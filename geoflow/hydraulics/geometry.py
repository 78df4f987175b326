"""Cross-section property tables: area, wetted perimeter, top width and conveyance.

A section is a ground profile (station, elevation) with Manning's n and a part code
(0 left floodplain, 1 channel, 2 right floodplain) per segment between consecutive points.
Ground is linear between points; a partly wet segment is clipped exactly at the water line.

Subdivision rule (vertical division lines, which carry no wetted perimeter):
- the channel part is one subdivision; where n varies inside it the composite n is
  Horton/Einstein's n_c = [sum P_i n_i^1.5 / P]^(2/3) over the wetted perimeter under water
  (Chow 1959, Open-Channel Hydraulics, ch. 6, from memory);
- each floodplain is split at every change of n (so its composite n is its own n).
Conveyance K_i = (1/n_i) A_i R_i^(2/3) (Manning, SI); kinetic-energy and momentum coefficients
alpha = A_t^2 sum(K_i^3/A_i^2) / K_t^3 and beta = A_t sum(K_i^2/A_i) / K_t^2 (Chow 1959, ch. 2
and 6, from memory).

Where the water surface rises above an end of the section, a vertical wall is added at that
end: it bounds the area and its wetted height counts in P (with the end segment's n and
subdivision); ``not_contained`` reports it. Water in low ground that is not connected to the
channel counts as flow area unless it is marked as storage (below).

Storage: ``build_table(..., storage=mask (m-1,))`` marks floodplain segments that hold water but
carry no flow. They form subdivisions of their own whose numerator N = sum P n^1.5 is zero, so
their conveyance is zero (K = A (A/N)^(2/3) is taken as 0 where N = 0) while their area and top
width count as usual. The velocity head alpha V^2/2g = Q^2 sum(K_i^3/A_i^2) / (2 g K_t^3) does not
depend on the storage area. Channel segments are never storage.

Stage-dependent n: ``build_table(..., n_depth=(depths (k,), n_values (k, m-1)))`` gives n per
segment as a piecewise-linear function of the local flow depth over that segment (its wet
area / wet top width; for a vertical segment the depth at its foot), clamped outside ``depths``. n that varies by discharge is supported by
rebuilding the tables for each event.

Two evaluations: ``properties`` clips every segment at the water line (the reference, cost
proportional to the number of ground points); ``fast_properties`` and its lean subset
``flow_state`` evaluate the exact interval polynomials of ``lookup.py`` built once per table
(cost independent of the number of ground points; equal to ``properties`` up to rounding).
Sections with a depth law for n always use the clipping.
"""
from __future__ import annotations

from dataclasses import dataclass

import numpy as np

from geoflow.constants import G
from geoflow.errors import GeometryError
from geoflow.hydraulics.lookup import LevelTable, build_level_table, evaluate, flow_terms

CHANNEL_CODE = 1
N_PARTS = 3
□ □ □
▶ _Work request_
Pick out every line of the listing containing the word "over", and show those lines.

▶ _Output_
  Horton/Einstein's n_c = [sum P_i n_i^1.5 / P]^(2/3) over the wetted perimeter under water
segment as a piecewise-linear function of the local flow depth over that segment (its wet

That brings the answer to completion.